Rocky Mountain High

Rocky Mountain High is said to be inspired by John Denver‘s move to Aspen, Colorado. Denver is said to love the state and the beautiful mountains there.

He began writing the song during the Perseid Meteor Shower which occurs each August.

Denver stated in interviews that the inspiration quickly struck him while camping with friends. All of a sudden there was a burst of shooting starts among the tree line.

Colorado mountains

The song took him nine months to complete.

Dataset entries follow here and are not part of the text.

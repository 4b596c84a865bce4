import { useLocalSearchParams } from 'expo-router';
import { CaseDetail } from '../../../components/case-detail';
import { ScreenBody } from '../../../components/screen-body';

export default function FailureCaseScreen() {
  const { id } = useLocalSearchParams<{ id: string }>();
  return (
    <ScreenBody title={`Failure #${id}`}>
      <CaseDetail id={String(id)} />
    </ScreenBody>
  );
}
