import { useLocalSearchParams } from 'expo-router';
import { CaseDetail } from '../../../components/failures/case-detail';
import { PageTitle } from '../../../components/ui/page-title';
import { ScreenBody } from '../../../components/ui/screen-body';

export default function FailureCaseScreen() {
  const { id } = useLocalSearchParams<{ id: string }>();
  return (
    <ScreenBody title={`Failure #${id}`}>
      <PageTitle title={`Failure #${id}`} />
      <CaseDetail id={String(id)} />
    </ScreenBody>
  );
}
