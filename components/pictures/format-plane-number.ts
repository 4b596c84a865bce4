/**
 * A coordinate for a picture's words and labels, with `digits` significant digits (trailing
 * zeros dropped), exponent form past 1e4 and below 1e-3, and U+2212 for minus: "−0.5", "1e−310".
 */
export function formatPlaneNumber(v: number, digits = 3): string {
  if (!Number.isFinite(v)) return String(v);
  if (v === 0) return '0';
  const a = Math.abs(v);
  const text =
    a >= 1e4 || a < 1e-3
      ? v
          .toExponential(Math.max(0, digits - 1))
          .replace(/\.?0+e/, 'e')
          .replace('e+', 'e')
      : String(Number(v.toPrecision(digits)));
  return text.replace(/-/g, '\u2212');
}
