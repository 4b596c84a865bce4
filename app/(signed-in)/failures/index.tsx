import { router, useLocalSearchParams } from 'expo-router';
import type { FailureFilters } from '../../../client/failure-filters';
import { filtersFromParams } from '../../../client/filters-from-params';
import { FailureBrowser } from '../../../components/failures/failure-browser';
import { ScreenBody } from '../../../components/ui/screen-body';

/** The failure table; its filters live in the address, so `/failures?run=…&suite=…` opens filtered and the back button undoes a filter. */
export default function FailuresScreen() {
  const { filters, dropped } = filtersFromParams(useLocalSearchParams());
  const onChange = (next: FailureFilters) =>
    router.push({ pathname: '/failures', params: next as Record<string, string> });
  return (
    <ScreenBody
      title="Failures"
      lead="Every point that did not pass, with why. Open one to see where on the plane it failed."
    >
      <FailureBrowser filters={filters} onChange={onChange} dropped={dropped} />
    </ScreenBody>
  );
}
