import { useState } from 'react';
import { StyleSheet, Text, View, type LayoutChangeEvent } from 'react-native';
import Svg, { Circle, G, Line, Path, Polyline, Rect, Text as SvgText } from 'react-native-svg';
import { theme } from '../../constants/theme';
import { fitPlaneView, type PlaneView } from './fit-plane-view';
import { LegendEntry } from './legend-entry';
import { MARK_STYLES, type MarkTone } from './mark-styles';

export interface PlanePoint {
  re: number;
  im: number;
}

export interface PlanePictureProps {
  /** What the picture shows, in words: screen readers get this instead of the drawing. */
  label: string;
  /** Sampled paths, drawn as lines in the order given, with an arrow for the direction of travel. */
  paths?: { name: string; points: PlanePoint[] }[];
  /** Separate sample points (a straddle's points on both sides of a cut), drawn as small hollow dots, not joined. */
  pointSets?: { name: string; points: PlanePoint[] }[];
  /** Expected cuts: polylines, the last segment continued to the edge when `toInfinity`. */
  cuts?: { points: PlanePoint[]; toInfinity: boolean }[];
  /**
   * Lines found by sampling (where a target's function is really discontinuous), drawn thin
   * through their points with a marker at each: a dot, or a cross for what should not be there.
   * The legend names each distinct `name`.
   */
  lines?: { name: string; points: PlanePoint[]; marker: 'dot' | 'cross' }[];
  /** Branch points, drawn as rings. */
  branchPoints?: PlanePoint[];
  /**
   * Evaluated points, each with a tone that has its own shape as well as its own colour.
   * Optionally a finer `kind` (a diagnosis): its own colour and a legend entry with its word
   * and glyph, so the colour is never the only sign of it.
   */
  marks?: { at: PlanePoint; tone: MarkTone; kind?: { word: string; glyph: string; color: string } }[];
  /** The box to show; fitted to everything drawn when absent. */
  view?: PlaneView;
  /** Height in px; the width follows the container. */
  height?: number;
  testID?: string;
}

const PAD = 28;

/**
 * The complex plane with paths, cuts, branch points and evaluated points. Equal scale on both
 * axes, so angles and circles look like what they are. Each mark tone has a distinct shape and
 * the legend names it, so colour never carries the meaning alone.
 */
export function PlanePicture({
  label,
  paths = [],
  pointSets = [],
  cuts = [],
  lines = [],
  branchPoints = [],
  marks = [],
  view,
  height = 320,
  testID,
}: PlanePictureProps) {
  const [width, setWidth] = useState(0);
  const onLayout = (e: LayoutChangeEvent) => setWidth(Math.round(e.nativeEvent.layout.width));
  const box =
    view ??
    fitPlaneView([
      ...paths.flatMap((p) => p.points),
      ...pointSets.flatMap((p) => p.points),
      ...cuts.flatMap((c) => c.points),
      ...branchPoints,
      ...marks.map((m) => m.at),
    ]);
  const innerW = Math.max(1, width - 2 * PAD);
  const innerH = Math.max(1, height - 2 * PAD);
  // Equal scale: the box is widened along one axis to the picture's aspect ratio.
  const scale = Math.min(innerW / (box.maxRe - box.minRe), innerH / (box.maxIm - box.minIm));
  const midRe = (box.minRe + box.maxRe) / 2;
  const midIm = (box.minIm + box.maxIm) / 2;
  const x = (re: number) => width / 2 + (re - midRe) * scale;
  const y = (im: number) => height / 2 - (im - midIm) * scale;
  const visible = (p: PlanePoint) => Number.isFinite(p.re) && Number.isFinite(p.im);
  const far = (2 * (width + height)) / scale;
  const legendOf = (m: (typeof marks)[number]) =>
    m.kind ? `${m.kind.glyph} ${MARK_STYLES[m.tone].word}: ${m.kind.word}` : MARK_STYLES[m.tone].word;
  const legendMarks = [...new Map(marks.map((m) => [legendOf(m), m])).values()];

  return (
    <View style={styles.frame} onLayout={onLayout} testID={testID}>
      <View accessible accessibilityRole="image" accessibilityLabel={label} style={{ height }}>
        {width > 0 ? (
          <Svg width={width} height={height}>
            <Rect x={0} y={0} width={width} height={height} fill={theme.color.panel} />
            <Line x1={0} x2={width} y1={y(0)} y2={y(0)} stroke={theme.color.rule} strokeWidth={1} />
            <Line x1={x(0)} x2={x(0)} y1={0} y2={height} stroke={theme.color.rule} strokeWidth={1} />
            <SvgText x={width - 6} y={y(0) - 6} fontSize={11} fill={theme.color.inkFaint} textAnchor="end">
              Re
            </SvgText>
            <SvgText x={x(0) + 6} y={12} fontSize={11} fill={theme.color.inkFaint}>
              Im
            </SvgText>
            {cuts.map((cut, i) => {
              const pts = cut.points.filter(visible);
              if (pts.length < 2) return null;
              const ends = [...pts];
              if (cut.toInfinity) {
                const a = pts[pts.length - 2]!;
                const b = pts[pts.length - 1]!;
                const len = Math.hypot(b.re - a.re, b.im - a.im) || 1;
                ends.push({ re: b.re + ((b.re - a.re) / len) * far, im: b.im + ((b.im - a.im) / len) * far });
              }
              return (
                <Polyline
                  key={`cut-${i}`}
                  points={ends.map((p) => `${x(p.re)},${y(p.im)}`).join(' ')}
                  fill="none"
                  stroke={theme.color.danger}
                  strokeWidth={3}
                  strokeDasharray="8 5"
                />
              );
            })}
            {lines.map((line, i) => {
              const pts = line.points.filter(visible);
              const color = line.marker === 'cross' ? theme.color.danger : theme.color.ink;
              return (
                <G key={`line-${i}`}>
                  {/* Dots sit on a cut drawn beneath them: no joining line, so the cut's dashes stay visible between them. */}
                  {line.marker === 'cross' && pts.length > 1 ? (
                    <Polyline
                      points={pts.map((p) => `${x(p.re)},${y(p.im)}`).join(' ')}
                      fill="none"
                      stroke={color}
                      strokeWidth={1.5}
                    />
                  ) : null}
                  {pts.map((p, k) => (
                    <LineMarker key={k} cx={x(p.re)} cy={y(p.im)} marker={line.marker} />
                  ))}
                </G>
              );
            })}
            {paths.map((path, i) => {
              const pts = path.points.filter(visible);
              if (pts.length < 2) return null;
              const mid = Math.floor(pts.length / 2);
              const a = pts[Math.max(0, mid - 1)]!;
              const b = pts[mid]!;
              const angle = (Math.atan2(-(b.im - a.im), b.re - a.re) * 180) / Math.PI;
              return (
                <G key={`path-${i}`}>
                  <Polyline
                    points={pts.map((p) => `${x(p.re)},${y(p.im)}`).join(' ')}
                    fill="none"
                    stroke={theme.color.ink}
                    strokeWidth={1.5}
                  />
                  <Path
                    d="M -6 -5 L 4 0 L -6 5 Z"
                    fill={theme.color.ink}
                    transform={`translate(${x(b.re)} ${y(b.im)}) rotate(${angle})`}
                  />
                </G>
              );
            })}
            {pointSets.map((set, i) => (
              <G key={`set-${i}`}>
                {set.points.filter(visible).map((p, k) => (
                  <PointDot key={k} cx={x(p.re)} cy={y(p.im)} />
                ))}
              </G>
            ))}
            {marks
              .filter((m) => visible(m.at))
              .map((m, i) => (
                <MarkShape key={`mark-${i}`} cx={x(m.at.re)} cy={y(m.at.im)} tone={m.tone} color={m.kind?.color} />
              ))}
            {branchPoints.filter(visible).map((p, i) => (
              <BranchPointShape key={`bp-${i}`} cx={x(p.re)} cy={y(p.im)} />
            ))}
          </Svg>
        ) : null}
      </View>
      <View style={styles.legend}>
        {cuts.length ? (
          <LegendEntry text="expected cut">
            <Line x1={1} x2={17} y1={8} y2={8} stroke={theme.color.danger} strokeWidth={3} strokeDasharray="5 3" />
          </LegendEntry>
        ) : null}
        {[...new Map(lines.map((l) => [`${l.marker} ${l.name}`, l])).values()].map((l) => (
          <LegendEntry key={`${l.marker} ${l.name}`} text={l.name}>
            {l.marker === 'cross' ? (
              <Line x1={1} x2={17} y1={8} y2={8} stroke={theme.color.danger} strokeWidth={1.5} />
            ) : null}
            <LineMarker cx={4} cy={8} marker={l.marker} />
            <LineMarker cx={14} cy={8} marker={l.marker} />
          </LegendEntry>
        ))}
        {branchPoints.length ? (
          <LegendEntry text="branch point">
            <BranchPointShape cx={9} cy={8} />
          </LegendEntry>
        ) : null}
        {paths.length ? (
          <LegendEntry text={paths.length === 1 ? `path ${paths[0]!.name}` : `${paths.length} paths`}>
            <Line x1={1} x2={17} y1={8} y2={8} stroke={theme.color.ink} strokeWidth={1.5} />
          </LegendEntry>
        ) : null}
        {pointSets.length ? (
          <LegendEntry
            text={
              pointSets.length === 1 ? `points of ${pointSets[0]!.name}` : `points of ${pointSets.length} straddles`
            }
          >
            <PointDot cx={9} cy={8} />
          </LegendEntry>
        ) : null}
        {legendMarks.map((m) => (
          <LegendEntry key={legendOf(m)} text={legendOf(m)}>
            <MarkShape cx={9} cy={8} tone={m.tone} color={m.kind?.color} inLegend />
          </LegendEntry>
        ))}
        <Text style={styles.scale}>
          Re {fmt(midRe - innerW / 2 / scale)} … {fmt(midRe + innerW / 2 / scale)}, Im {fmt(midIm - innerH / 2 / scale)}{' '}
          … {fmt(midIm + innerH / 2 / scale)}
        </Text>
      </View>
    </View>
  );
}

/** `inLegend` draws the ring smaller, so it fits the legend's 18 × 16 swatch. */
function MarkShape({
  cx,
  cy,
  tone,
  color = MARK_STYLES[tone].color,
  inLegend = false,
}: {
  cx: number;
  cy: number;
  tone: MarkTone;
  color?: string;
  inLegend?: boolean;
}) {
  switch (tone) {
    case 'pass':
      return <Circle cx={cx} cy={cy} r={3} fill={color} />;
    case 'fail':
      return (
        <Path
          d={`M ${cx - 5} ${cy - 5} L ${cx + 5} ${cy + 5} M ${cx - 5} ${cy + 5} L ${cx + 5} ${cy - 5}`}
          stroke={color}
          strokeWidth={2.5}
        />
      );
    case 'error':
      return <Path d={`M ${cx} ${cy - 6} L ${cx + 6} ${cy + 5} L ${cx - 6} ${cy + 5} Z`} fill={color} />;
    case 'skipped':
      return <Rect x={cx - 4} y={cy - 4} width={8} height={8} fill="none" stroke={color} strokeWidth={1.5} />;
    case 'focus':
      return (
        <Circle cx={cx} cy={cy} r={inLegend ? 5.5 : 10} fill="none" stroke={color} strokeWidth={inLegend ? 2 : 3} />
      );
  }
}

function PointDot({ cx, cy }: { cx: number; cy: number }) {
  return <Circle cx={cx} cy={cy} r={2.5} fill={theme.color.panel} stroke={theme.color.ink} strokeWidth={1.2} />;
}

function LineMarker({ cx, cy, marker }: { cx: number; cy: number; marker: 'dot' | 'cross' }) {
  if (marker === 'dot') return <Circle cx={cx} cy={cy} r={1.75} fill={theme.color.ink} />;
  return (
    <Path
      d={`M ${cx - 4} ${cy - 4} L ${cx + 4} ${cy + 4} M ${cx - 4} ${cy + 4} L ${cx + 4} ${cy - 4}`}
      stroke={theme.color.danger}
      strokeWidth={2}
    />
  );
}

function BranchPointShape({ cx, cy }: { cx: number; cy: number }) {
  return (
    <G>
      <Circle cx={cx} cy={cy} r={6} fill={theme.color.panel} stroke={theme.color.focus} strokeWidth={2.5} />
      <Circle cx={cx} cy={cy} r={1.5} fill={theme.color.focus} />
    </G>
  );
}

function fmt(v: number): string {
  return Math.abs(v) >= 1000 || (Math.abs(v) < 0.01 && v !== 0) ? v.toExponential(1) : String(Number(v.toFixed(2)));
}

const styles = StyleSheet.create({
  frame: {
    borderWidth: 1,
    borderColor: theme.color.rule,
    borderRadius: theme.radius,
    overflow: 'hidden',
    backgroundColor: theme.color.panel,
  },
  legend: {
    flexDirection: 'row',
    flexWrap: 'wrap',
    gap: theme.space(3),
    padding: theme.space(3),
    borderTopWidth: 1,
    borderTopColor: theme.color.rule,
  },
  scale: { fontFamily: theme.font.mono, fontSize: 11, color: theme.color.inkFaint, width: '100%' },
});
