import type { Convention } from '../../../shared/schemas/convention-schema';
import type { ComplexPair } from '../../../harness/adapters/complex-pair';
import type { Target } from '../../../harness/adapters/target';
import { functionTarget } from './function-target';
import { referenceCall } from './reference-call';

const REFERENCE_OPS = [
  'sqrt',
  'cbrt',
  'nthroot',
  'pow',
  'exp',
  'log',
  'asin',
  'acos',
  'atan',
  'asinh',
  'acosh',
  'atanh',
  'acot',
  'asec',
  'acsc',
  'acoth',
  'asech',
  'acsch',
  'add',
  'sub',
  'mul',
  'div',
  'neg',
] as const;

/**
 * The reference engine as a target, with `replace` overriding some operations to make a
 * mutant (a deliberately wrong library). The replacements get the reference call too.
 */
export function referenceTarget(
  convention: Convention,
  replace: Record<
    string,
    (args: ComplexPair[], reference: (op: string, args: ComplexPair[]) => ComplexPair) => ComplexPair
  > = {},
  name = `reference/${convention}`,
): Target {
  const reference = (op: string, args: ComplexPair[]) => referenceCall(op, args, convention);
  return functionTarget(name, REFERENCE_OPS, (op, args) =>
    replace[op] ? replace[op]!(args, reference) : reference(op, args),
  );
}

In Denver’s autobiography, he wrote: “I remember, almost to the moment, when that song started to take shape in my head. We were working on the next album and it was to be called Mother Nature’s Son, after the Beatles song, which I’d included. It was set for release in September. In mid-August, Annie and I and some friends went up to Williams Lake to watch the first Perseid meteor showers. Imagine a moonless night in the Rockies in the dead of summer and you have it. I had insisted to everybody that it was going to be a glorious display. Spectacular, in fact…The shadow of the starlight blew me away…It got bigger and bigger until the tail stretched out all the way across the sky and burned itself out. Everybody was awake, and it was raining fire in the sky…I worked on the song – and the song worked on me – for a good couple of weeks. When I realized what I had – another anthem, maybe; a true expression of one’s self, maybe – we changed the sequencing of the album we’d just completed, and then we changed the album title.”

Colorado

On his BBC radio program The John Denver Show, he set the stage for this song by introducing it with this story: “You and I have just broken out of a huge stand of Douglas fir. The trees tower hundreds of feet above us. We’ve come out of the solemn, cathedral-like darkness of the trees, into the bright, early morning sunshine of a grassy slope. The grass is wet and soft with morning dew beneath our feet. The air is crisp, so crisp it sends little needles of joyful pain through the membranes of your nose. The air is so clear, it seems to purify your lungs. On both sides, above and beyond, stretch the awesome Rockies, their great, snow-capped peaks jutting out of the early morning mist. This is living. This is what man was created for: to live and work and continue what these mountains represent. This is true freedom. Being part of nature and drawing from it, and returning back to it.”

On April 10, 2017, the song reached certified Gold status.

The members of the Western Writers of America voted the song as one of the Top 100 Western songs of all times.